Collected data entries:
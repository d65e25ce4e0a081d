//! Hostile and extreme input never panics, never allocates without bound, and is either
//! accepted or refused with located diagnostics.
//!
//! * Every numeric parameter of every element kind, set (in its own unit) to extreme values:
//!   1e-300, 1e300, negative, zero, `NaN` spelled as text, and random magnitudes.
//! * A grammar-aware generator of near-valid files: statements built from the language's real
//!   constructs (parameters with units, device cards of both FET kinds, elements, cells, loops,
//!   includes of nothing, analyses), then mutated the way people mistype (a unit dropped or
//!   swapped, a name misspelt, a token deleted or doubled, a character inserted).
//!
//! The case count is `LAMINA_FUZZ_CASES` (default 1500, a few seconds in CI); the seeds are
//! 0, 1, 2, ... so a failure names its seed and reproduces exactly. A counting allocator
//! checks that no single load reaches [`PEAK_BYTES`].

use lamina_netlist::catalog::KINDS;
use lamina_netlist::{load_source, render, LoadOptions};
use std::alloc::{GlobalAlloc, Layout, System};
use std::sync::atomic::{AtomicUsize, Ordering};

/// The most memory one load may hold at once.
const PEAK_BYTES: usize = 512 << 20;

struct Counting;
static LIVE: AtomicUsize = AtomicUsize::new(0);
static PEAK: AtomicUsize = AtomicUsize::new(0);

// SAFETY: forwards to the system allocator unchanged; only counts bytes.
unsafe impl GlobalAlloc for Counting {
    unsafe fn alloc(&self, layout: Layout) -> *mut u8 {
        let p = unsafe { System.alloc(layout) };
        if !p.is_null() {
            let now = LIVE.fetch_add(layout.size(), Ordering::Relaxed) + layout.size();
            PEAK.fetch_max(now, Ordering::Relaxed);
        }
        p
    }
    unsafe fn dealloc(&self, ptr: *mut u8, layout: Layout) {
        unsafe { System.dealloc(ptr, layout) };
        LIVE.fetch_sub(layout.size(), Ordering::Relaxed);
    }
}

#[global_allocator]
static ALLOCATOR: Counting = Counting;

/// A small deterministic generator (splitmix64).
struct Rng(u64);

impl Rng {
    fn next(&mut self) -> u64 {
        self.0 = self.0.wrapping_add(0x9e37_79b9_7f4a_7c15);
        let mut z = self.0;
        z = (z ^ (z >> 30)).wrapping_mul(0xbf58_476d_1ce4_e5b9);
        z = (z ^ (z >> 27)).wrapping_mul(0x94d0_49bb_1331_11eb);
        z ^ (z >> 31)
    }
    fn below(&mut self, n: usize) -> usize {
        (self.next() % n.max(1) as u64) as usize
    }
    fn chance(&mut self, percent: usize) -> bool {
        self.below(100) < percent
    }
    fn pick<'a>(&mut self, items: &[&'a str]) -> &'a str {
        items[self.below(items.len())]
    }
}

/// Loads `text`; panics if the load panics (the test harness reports it), if a diagnostic is
/// not located in a file that was read, or if the load's peak memory passes the bound.
fn load_checked(text: &str, what: &str) -> bool {
    let base = LIVE.load(Ordering::Relaxed);
    PEAK.store(base, Ordering::Relaxed);
    let result = load_source("fuzz.lam", text, &LoadOptions::default());
    let peak = PEAK.load(Ordering::Relaxed).saturating_sub(base);
    assert!(
        peak < PEAK_BYTES,
        "{what}: the load held {peak} bytes at once\n{text}"
    );
    match result {
        Ok(_) => true,
        Err(f) => {
            assert!(
                !f.diagnostics.is_empty(),
                "{what}: refused without a reason"
            );
            if std::env::var_os("LAMINA_FUZZ_DEBUG").is_some() {
                eprintln!("{what}: {}", f.diagnostics[0].message);
            }
            for d in &f.diagnostics {
                assert!(d.span.file < f.sources.len(), "{what}: unlocated {d:?}");
                let len = f.sources.text(d.span.file).len();
                assert!(
                    d.span.start <= d.span.end && d.span.end <= len,
                    "{what}: span outside its file: {d:?}\n{text}"
                );
            }
            let _ = render(&f.sources, &f.diagnostics);
            false
        }
    }
}

fn cases() -> u64 {
    std::env::var("LAMINA_FUZZ_CASES")
        .ok()
        .and_then(|v| v.parse().ok())
        .unwrap_or(1500)
}

/// The unit a parameter's values are written in (from its kind's example value).
fn unit_of(dim: lamina_netlist::units::Dim) -> String {
    dim.example()
        .split_once(' ')
        .map_or(String::new(), |(_, u)| u.to_string())
}
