impl Outputs<'_> {
    #[allow(clippy::too_many_arguments)]
    #[inline]
    fn scatter(
        &mut self,
        map: &[u32],
        slots: &[u32],
        charge: bool,
        a0: f64,
        fl: &[f64],
        ql: &[f64],
        dfl: &[f64],
        dql: &[f64],
    ) {
        debug_assert!(slots.len() == dfl.len() && dql.len() == dfl.len());
        for (r, &g) in map.iter().enumerate() {
            if g != NONE32 {
                let g = g as usize;
                debug_assert!(g < self.f.len());
                // SAFETY: layout indices other than NONE32 are < the number of unknowns, which
                // is the length of every per-row buffer (checked at build).
                unsafe {
                    *self.f.get_unchecked_mut(g) += fl[r];
                    let a = fl[r].abs();
                    let sc = self.scale.get_unchecked_mut(g);
                    if a > *sc {
                        *sc = a;
                    }
                    if charge {
                        *self.q.get_unchecked_mut(g) += ql[r];
                        let aq = ql[r].abs();
                        let qs = self.qscale.get_unchecked_mut(g);
                        if aq > *qs {
                            *qs = aq;
                        }
                    }
                }
            }
        }
        let dynamic = charge && a0 != 0.0;
        for (k, &s) in slots.iter().enumerate() {
            if s != NONE32 {
                debug_assert!((s as usize) < self.jac.len() && self.cmat.len() == self.jac.len());
                // SAFETY: slot indices other than NONE32 are < nnz = jac.len() = cmat.len()
                // (checked at build).
                unsafe {
                    if dynamic {
                        *self.jac.get_unchecked_mut(s as usize) += dfl[k] + a0 * dql[k];
                        *self.cmat.get_unchecked_mut(s as usize) += dql[k];
                    } else {
                        *self.jac.get_unchecked_mut(s as usize) += dfl[k];
                    }
                }
            }
        }
    }
}

/// How many evaluations of bypassable elements ([`Element::bypassable`]) a [`System`] has
/// done and how many it skipped, over its life.
#[derive(Clone, Copy, Debug, Default, PartialEq, Eq)]
pub struct DeviceEvaluations {
    /// Evaluations done.
    pub evaluated: u64,
    /// Evaluations replaced by the expansion of a stored stamp.
    pub bypassed: u64,
}

/// When an element's stored stamp may stand in for its evaluation.
#[derive(Clone, Copy)]
struct BypassRule {
    /// Multiple of the update tolerance.
    beta: f64,
    tol: Tolerances,
}

/// The stamps of bypassable elements at their last evaluation, in the hot-loop layout: local
/// unknowns, `f` and `q` at each element's `Plan::map` offset, `∂f/∂x` and `∂q/∂x` at its
/// `Plan::slot` offset. Allocated on the first solve that bypasses.
#[derive(Default)]
struct BypassCache {
    /// Per element: whether a stamp is stored.
    valid: Vec<bool>,
    /// Per element: the largest local voltage, terminal current and charge magnitudes of its
    /// evaluations since the last reset (the scales of its tolerances).
    scale: Vec<[f64; 3]>,
    /// The analysis the stored stamps were made for.
    analysis: Option<Analysis>,
    x: Vec<f64>,
    f: Vec<f64>,
    q: Vec<f64>,
    df: Vec<f64>,
    dq: Vec<f64>,
}

impl BypassCache {
    /// Sized for `layout`; forgets everything when the analysis changes.
    fn prepare(&mut self, layout: &Layout, analysis: Analysis) {
        if self.valid.len() != layout.plan.len() {
            let (locs, slots) = (layout.map32.len(), layout.slots32.len());
            *self = BypassCache {
                valid: vec![false; layout.plan.len()],
                scale: vec![[0.0; 3]; layout.plan.len()],
                analysis: None,
                x: vec![0.0; locs],
                f: vec![0.0; locs],
                q: vec![0.0; locs],
                df: vec![0.0; slots],
                dq: vec![0.0; slots],
            };
        }
        if self.analysis != Some(analysis) {
            self.reset();
            self.analysis = Some(analysis);
        }
    }

    fn reset(&mut self) {
        self.valid.fill(false);
        self.scale.fill([0.0; 3]);
    }

    /// Writes the first-order expansion of element `e`'s stored stamp at its local unknowns
    /// `xs` into the buffers and returns true, when every local unknown and every predicted
    /// change of a current or charge is within `rule`'s tolerance; otherwise leaves `fs` and
    /// `qs` zeroed, `dfs` and `dqs` untouched, and returns false.
    #[allow(clippy::too_many_arguments)]
    fn expand(
        &self,
        rule: &BypassRule,
        kinds: &[UnknownKind],
        e: usize,
        plan: &Plan,
        map: &[u32],
        xs: &[f64],
        fs: &mut [f64],
        qs: &mut [f64],
        dfs: &mut [f64],
        dqs: &mut [f64],
    ) -> bool {
        if !self.valid[e] {
            return false;
        }
        let nl = xs.len();
        let (lo, so) = (plan.map as usize, plan.slot as usize);
        let xr = &self.x[lo..lo + nl];
        let (beta, tol) = (rule.beta, &rule.tol);
        let [vref, iref, qref] = self.scale[e];
        for k in 0..nl {
            let g = map[k];
            if g == NONE32 {
                continue;
            }
            let (a, b) = (xs[k], xr[k]);
            let bound = match kinds[g as usize] {
                UnknownKind::Voltage => tol.reltol * vref.max(a.abs()) + tol.vntol,
                UnknownKind::Current => tol.reltol * a.abs().max(b.abs()) + tol.abstol,
            };
            if (a - b).abs() > beta * bound {
                return false;
            }
        }
        let (fr, qr) = (&self.f[lo..lo + nl], &self.q[lo..lo + nl]);
        let (dfr, dqr) = (&self.df[so..so + nl * nl], &self.dq[so..so + nl * nl]);
        let q_bound = beta * tol.reltol * qref;
        for r in 0..nl {
            let row = r * nl..(r + 1) * nl;
            let mut df_d = 0.0;
            for ((&j, &a), &b) in dfr[row.clone()].iter().zip(xs).zip(xr) {
                df_d += j * (a - b);
            }
            fs[r] = fr[r] + df_d;
            let mut dq_d = 0.0;
            if plan.charge {
                for ((&j, &a), &b) in dqr[row].iter().zip(xs).zip(xr) {
                    dq_d += j * (a - b);
                }
                qs[r] = qr[r] + dq_d;
            }
            let g = map[r];
            if g == NONE32 {
                continue;
            }
            // KCL rows against the element's largest terminal current, branch rows (volts)
            // against their own value.
            let f_bound = match kinds[g as usize] {
                UnknownKind::Voltage => tol.reltol * iref + tol.abstol,
                UnknownKind::Current => tol.reltol * fr[r].abs().max(fs[r].abs()) + tol.vntol,
            };
            if df_d.abs() > beta * f_bound || dq_d.abs() > q_bound {
                fs.fill(0.0);
                qs.fill(0.0);
                return false;
            }
        }
        dfs.copy_from_slice(dfr);
        if plan.charge {
            dqs.copy_from_slice(dqr);
        }
        true
    }

    /// Stores element `e`'s fresh stamp and widens its scales.
    #[allow(clippy::too_many_arguments)]
    fn store(
        &mut self,
        kinds: &[UnknownKind],
        e: usize,
        plan: &Plan,
        map: &[u32],
        xs: &[f64],
        fs: &[f64],
        qs: &[f64],
        dfs: &[f64],
        dqs: &[f64],
    ) {
        let nl = xs.len();
        let (lo, so) = (plan.map as usize, plan.slot as usize);
        self.x[lo..lo + nl].copy_from_slice(xs);
        self.f[lo..lo + nl].copy_from_slice(fs);
        self.q[lo..lo + nl].copy_from_slice(qs);
        self.df[so..so + nl * nl].copy_from_slice(dfs);
        self.dq[so..so + nl * nl].copy_from_slice(dqs);
        self.valid[e] = true;
        let [mut vref, mut iref, mut qref] = self.scale[e];
        for k in 0..nl {
            let g = map[k];
            if g != NONE32 && kinds[g as usize] == UnknownKind::Voltage {
                vref = vref.max(xs[k].abs());
                iref = iref.max(fs[k].abs());
            }
            qref = qref.max(qs[k].abs());
        }
        self.scale[e] = [vref, iref, qref];
    }
}

/// A node held by an ideal grounded voltage source, and that source's branch current.
struct Pinned {
    node: usize,
    branch: usize,
    /// The source, and the node's local index in it (its branch current is local 2).
    element: usize,
    node_local: usize,
    /// Slots of `(branch, node)` and `(node, branch)`.
    slot_bn: usize,
    slot_nb: usize,
    /// The node row's other entries: `(column, slot)`.
    row: Vec<(u32, u32)>,
}

/// The Newton matrix without the pinned nodes and their sources' currents, and how to map
/// between it and the full system.
struct Reduction {
    pinned: Vec<Pinned>,
    /// Kept unknown `k` is full unknown `full[k]`.
    full: Vec<usize>,
    /// Per entry of the kept pattern, its full slot.
    gather: Vec<u32>,
    /// Entries of pinned nodes' columns in kept rows: `(kept row, full slot, pinned index)`.
    coupling: Vec<(u32, u32, u32)>,
    values: Vec<f64>,
    rhs: Vec<f64>,
    /// Per pinned node: its update, and its row's right-hand side.
    d_node: Vec<f64>,
    r_node: Vec<f64>,
}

» The task: Return only the lines of the records in which the string "than" appears.

» The answer:
                // SAFETY: layout indices other than NONE32 are < the number of unknowns, which
                // SAFETY: slot indices other than NONE32 are < nnz = jac.len() = cmat.len()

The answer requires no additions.